Fulcher, a West Campus High School coach, empowered kids to succeed
It was normal to hear honks and hellos ring out when passers-by saw Frederick Fulcher on his porch, daughter Kim Fulcher said.
He mentored many kids. “Everyone just called him ‘Coach’ she said. “He lived for people.”
Fulcher died Dec. 8. He was 83.
Fulcher grew up in New York and was raised by his aunt, Grace Cantie, after his parents died.
He joined the Air Force after high school in the early 1950s where he served as an electrician.
A few years later while meeting up with friends in New York, Fulcher met Patricia, his wife of 43 years.
“My dad admired her strength,” his daughter said. Married in 1956, the couple lived in Germany, traveled and had many adventures.

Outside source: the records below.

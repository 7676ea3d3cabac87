import { eq } from 'drizzle-orm'
import type { H3Event } from 'h3'
import { users } from '#server/database/schema'
import { DomainError } from '#shared/utils/errors'

/** What the site knows of who is asking. Never taken from the cookie alone. */
export interface Account { id: string, name: string, email: string }

/**
 * The signed-in account, read afresh from the database, or null for a guest. A cookie whose account is gone
 * or whose epoch is older than the account's (password changed, signed out everywhere) counts as a guest.
 */
export async function whoAsks(event: H3Event): Promise<Account | null> {
  if (event.context.account !== undefined) return event.context.account as Account | null
  const { user } = await getUserSession(event)
  let account: Account | null = null
  if (user) {
    const [row] = await db().select({ id: users.id, name: users.name, email: users.email, sessionEpoch: users.sessionEpoch }).from(users).where(eq(users.id, user.id))
    if (row && row.sessionEpoch === user.epoch) account = { id: row.id, name: row.name, email: row.email }
    else await clearUserSession(event)
  }
  event.context.account = account
  return account
}

export async function requireAccount(event: H3Event): Promise<Account> {
  const account = await whoAsks(event)
  if (!account) throw new DomainError('signed-out', 'Sign in to go on. What you typed is still on the page.')
  return account
}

They left when Fulcher got orders for Kelly AFB.
He retired from the military in the late 1970s and went into civil service, working in cryptology, until he retired in 1995.
His family grew with the addition of a son and daughter.
Fulcher, a hands-on dad, helped his children explore their interests.
“Because of my brother, he started out as a volunteer coach; he just loved seeing people succeed,” Kim Fulcher said.
Her father went on to coach the Little Dribblers at Neil Armstrong Elementary School in the 1970s and later coached football and track at West Campus High School in the South San Independent School District. “He was a father figure to more than just his children,” she said.
If a student needed shoes, he would get them shoes, she said. If a child’s parents could not go to a sports banquet, Fulcher was going to be there for them, she said.
He did not talk about what he did to help out.
“The only reason we know is because of the stories told by others,” his daughter said.
During his tenure, Fulcher coached Devin Brown, who became the all-time high school scorer in San Antonio and later a shooting guard for the Spurs.
“He loved the game and he loved people,” his daughter said.
Fulcher was always there when you needed him, she said. Even if it was pouring down rain, he always made it to his grandson’s games, she said.
“He told me always to believe in yourself,” Kim Fulcher said, adding, “‘You are not going to take anything with you in death. The only thing that remains is your character.’”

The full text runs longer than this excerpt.